Moana, like so man other recent films, TV series, and novels, is a product of its time. We are, scientists almost unanimously agree, living in the midst of a truly terrifying climate event, the scope of which many of us cannot begin to appreciate in its totality. And we are, many cultural critics and social scientists would argue, living in a world where men continue to indulge and valourize a particularly toxic and destructive model (see also:  President Donald Trump).

There is, ultimately, an aesthetic of profound and unbridled joy at work in this film, one that helps us to deal with the bleak world that we currently inhabit. The colour palette is rich and helps portray both the exquisite, lush beauty of Moana’s island home as well as the dark, ashy future that awaits it if they continue to turn their faces away from their mutual responsibility. In moments like this, it’s a balm to turn to (of all things!) a Disney film to find at the very least a feeling that all will be well, even if our material reality suggests exactly the opposite.

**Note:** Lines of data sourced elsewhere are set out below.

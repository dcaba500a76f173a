/**
 * The block library end to end on the real product, with its own server so it can be stopped: a
 * designer proposes a block from the bench; a reviewer, signed in separately, vets it from the
 * review queue after the checks are re-solved in their browser; the designer uses it by version
 * in a new netlist and reads the figure its check expects; when an admin retires it, the bench
 * warns and one click moves the pin to the newer vetted version; with the server stopped, the
 * netlist still solves from this browser's copy of the block.
 */
import { afterAll, beforeAll, describe, expect, it } from 'vitest';
import type { Page } from 'playwright-core';
import { APP_DIST } from '../../tools/build-app';
import { startTeamStack, type RunningStack } from '../../tools/team-stack';
import { launchBrowser, type Browser } from '../support/browser';
import { TeamClient } from '../support/team-client';
import { freshTestDatabase } from '../support/test-database';
import { lineStartingWith, lineText, replaceNetlist, waitForPainted } from './bench-support';
import { shotBoth, signInThroughPage } from './team-support';

let server: RunningStack | undefined;
let url = '';
const browsers: Browser[] = [];
async function freshBrowser(): Promise<Browser> {
  const b = await launchBrowser();
  browsers.push(b);
  return b;
}

beforeAll(async () => {
  const db = await freshTestDatabase('nodewright_test_e2e_library', { seed: true });
  server = await startTeamStack({ databaseUrl: db.url, appPort: 0, idpPort: 0, smtpPort: 0, inboxPort: 0, staticDir: APP_DIST, logLevel: 'warn' });
  url = server.url;
}, 120_000);
afterAll(async () => {
  for (const b of browsers) await b.close().catch(() => undefined);
  await server?.close().catch(() => undefined);
});

async function apiAs(email: string): Promise<TeamClient> {
  const c = new TeamClient(url);
  await c.signIn(email, 'strainlab-demo');
  return c;
}

/** A documented block with its fixture: a divider by two (ratio rb/(ra + rb), Ohm's law). */
const DIVIDER = `#: Divider by two
#: Halves the voltage between in and rail: out = in · rb/(ra + rb).
#: pin in — the driven end
#: pin out — the midpoint
#: pin rail — the other end, usually gnd
#: param ra — upper resistor
#: param rb — lower resistor
#: tags passive, divider

block half_divider(in, out, rail)
  param ra = 10k
  param rb = 10k
  r1: res(in, out) ra
  r2: res(out, rail) rb
end

title  Divider by two, driven from 2 V
vin: vsrc(top, gnd) 2
d1: half_divider(in=top, out=mid, rail=gnd)
measure ratio = v(mid) / v(top)
check ratio = 0.5 ± 0.1%
`;

/** A netlist of the designer's that pins the vetted block (ra = 30k: 10k/(30k + 10k) = 0.25). */
const USER = `title  Quarter from the library
use blocks/half_divider@1
vin: vsrc(top, gnd) 4
d1: half_divider(in=top, out=mid, rail=gnd) ra=30k
measure vmid = v(mid)
check vmid = 1 ± 0.1%
`;

let designer: Page;

describe('the block library, from proposal to use', { timeout: 180_000 }, () => {
  it('a designer proposes the block at the cursor from the bench and submits it with its checks', async () => {
    designer = await (await freshBrowser()).context.newPage();
    await signInThroughPage(designer, url, 'ravi@strainlab.example');
    await designer.locator('.cm-content').waitFor();
    await replaceNetlist(designer, DIVIDER);
    await waitForPainted(designer);
    await designer.getByRole('button', { name: 'Propose block' }).click();
    const dialog = designer.getByRole('dialog');
    await expect.poll(() => dialog.getByLabel('Path (category/name)').inputValue()).toBe('blocks/half_divider');
    await dialog.getByRole('button', { name: 'Propose' }).click();
    await designer.waitForURL(/\/library\/blocks\/half_divider\/1$/, { timeout: 20_000 });
    const submit = designer.getByRole('button', { name: 'Submit v1 for review' });
    await submit.waitFor();
    await submit.click();
    const ravi = await apiAs('ravi@strainlab.example');
    await expect.poll(async () => (await ravi.get('/api/workspaces/strainlab/blocks/blocks/half_divider/versions/1')).body.state, { timeout: 15_000 }).toBe('in_review');
    const v1 = (await ravi.get('/api/workspaces/strainlab/blocks/blocks/half_divider/versions/1')).body;
    expect(v1.checks).toEqual([expect.objectContaining({ pass: true })]);
  });

  it('a reviewer vets it from the queue after their browser re-solved its checks', async () => {
    const mei = await apiAs('mei@strainlab.example');
    const comment = await mei.post('/api/workspaces/strainlab/blocks/blocks/half_divider/versions/1/review', { decision: 'comment', comments: [{ line: 13, text: 'ra and rb at 10k load the source with 50 µA at 1 V: fine for a reference, state it in the summary.' }] });
    expect(comment.status).toBe(200);
    const reviewer = await (await freshBrowser()).context.newPage();
    await signInThroughPage(reviewer, url, 'mei@strainlab.example', '/library/queue');
    await reviewer.getByRole('link', { name: 'Review blocks/half_divider version 1' }).waitFor();
    await shotBoth(reviewer, 'library-queue');
    await reviewer.getByRole('link', { name: 'Review blocks/half_divider version 1' }).click();
    await reviewer.waitForURL(/\/library\/blocks\/half_divider\/1$/);
    // The reviewer's own solve of the check, beside the author's: both pass.
    await expect.poll(() => reviewer.locator('nw-block-checks .summary').textContent(), { timeout: 30_000 }).toContain('every check agrees with the author');
    await shotBoth(reviewer, 'library-review');
    await reviewer.getByRole('button', { name: 'Approve: vetted' }).click();
    await expect.poll(async () => (await mei.get('/api/workspaces/strainlab/blocks/blocks/half_divider/versions/1')).body.state, { timeout: 15_000 }).toBe('vetted');
    await expect.poll(() => reviewer.locator('h1').first().textContent()).toMatch(/blocks\/half_divider.*vetted/i);
    await reviewer.evaluate(() => window.scrollTo(0, 0));
    await shotBoth(reviewer, 'library-block-vetted');
    // The catalogue lists it beside the seed blocks, vetted.
    await reviewer.goto(`${url}/library`);
    await reviewer.getByRole('link', { name: 'blocks/half_divider' }).first().waitFor();
    await shotBoth(reviewer, 'library-catalogue');
  });

  it('the designer uses it by version in a new netlist and reads the figure its check expects', async () => {
    await designer.goto(`${url}/bench`);
    await designer.locator('.cm-content').waitFor();
    await replaceNetlist(designer, USER);
    await waitForPainted(designer);
    await expect.poll(() => designer.locator('.cm-lintRange-error').count()).toBe(0);
    // 4 V · 10k/(30k + 10k) = 1 V, the divider law the block's own check holds at ra = rb.
    await expect.poll(() => designer.locator('nw-results-summary').textContent(), { timeout: 15_000 }).toMatch(/The check passes/);
    await expect.poll(() => designer.locator('nw-problems-list').textContent()).toContain('No problems');
  });

  it('warns when the pin is retired, and one click moves it to the newer vetted version', async () => {
    // Version 2 (rb doubled in the fixture only) proposed, submitted and vetted; version 1 retired.
    const ravi = await apiAs('ravi@strainlab.example');
    const mei = await apiAs('mei@strainlab.example');
    const ada = await apiAs('ada@strainlab.example');
    const base = '/api/workspaces/strainlab/blocks/blocks/half_divider';
    expect((await ravi.post(`${base}/versions`, { source: DIVIDER.replace('title  Divider by two, driven from 2 V', 'title  Divider by two, version 2') })).status).toBe(201);
    expect((await ravi.post(`${base}/versions/2/submit`, { checks: [{ line: 21, text: 'ratio = 0.5 ± 0.1%', pass: true, value: 0.5 }] })).status).toBe(200);
    expect((await mei.post(`${base}/versions/2/review`, { decision: 'approve' })).status).toBe(200);
    expect((await ada.post(`${base}/versions/1/retire`, {})).status).toBe(200);

    await designer.reload();
    await designer.locator('.cm-content').waitFor();
    await waitForPainted(designer);
    const problems = designer.locator('nw-problems-list');
    await expect.poll(() => problems.textContent(), { timeout: 15_000 }).toContain('`blocks/half_divider@1` is retired');
    await shotBoth(designer, 'library-retired-warning');
    await problems.getByRole('button', { name: 'Pin blocks/half_divider at version 2 instead of 1' }).click();
    const useLine = await lineStartingWith(designer, 'use ');
    expect(await lineText(designer, useLine)).toBe('use blocks/half_divider@2');
    await waitForPainted(designer);
    await expect.poll(() => problems.textContent(), { timeout: 15_000 }).toContain('No problems');
    await expect.poll(() => designer.locator('nw-results-summary').textContent()).toMatch(/The check passes/);
  });

  it('still solves the netlist from this browser’s copy of the block with the server stopped', async () => {
    // The service worker holds the app once it has prefetched it (as in the offline bench test).
    await designer.waitForFunction(async () => !!(await navigator.serviceWorker.getRegistration())?.active, undefined, { timeout: 60_000 });
    await designer.waitForFunction(async () => {
      const manifest = await (await fetch('/ngsw.json')).json();
      const want = (manifest.assetGroups as { name: string; urls: string[] }[]).find((g) => g.name === 'app')!.urls.length;
      for (const key of await caches.keys()) {
        if (key.endsWith(':assets:app:cache') && (await (await caches.open(key)).keys()).length >= want) return true;
      }
      return false;
    }, undefined, { timeout: 60_000 });
    await waitForPainted(designer);
    await expect.poll(() => designer.locator('nw-file-bar .save').textContent(), { timeout: 5000 }).toBe('Saved in this browser');
    await server!.close();
    server = undefined;
    expect(await fetch(url + '/api/health').then(() => 'up', () => 'down')).toBe('down');
    await designer.reload();
    await designer.locator('.cm-content').waitFor();
    await expect.poll(() => designer.locator('.cm-content').textContent()).toContain('use blocks/half_divider@2');
    await waitForPainted(designer);
    await expect.poll(() => designer.locator('.cm-lintRange-error').count()).toBe(0);
    await expect.poll(() => designer.locator('nw-results-summary').textContent(), { timeout: 15_000 }).toMatch(/The check passes/);
  });
});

All in all, Moana is a film very much for as much as it is of our troubled times. While the narrative provides the closure and resolution that we always seek when we watch these types of films, given the rather depressing state of our world–a world in which, after all, the Doomsday Clock has moved closer to midnight–that doesn’t mitigate its potential. Rather than allowing ourselves to be lulled into a false sense of complacency by the conclusiveness of the end of the film, we should instead take the film as a whole as a call to action. Though it might seem that our world is draped and overwhelmed in an impenetrable shroud of doom, this film reminds us that it is never too late, that we must always be the change that we want to see in the world.

That, in the end, it is never too late.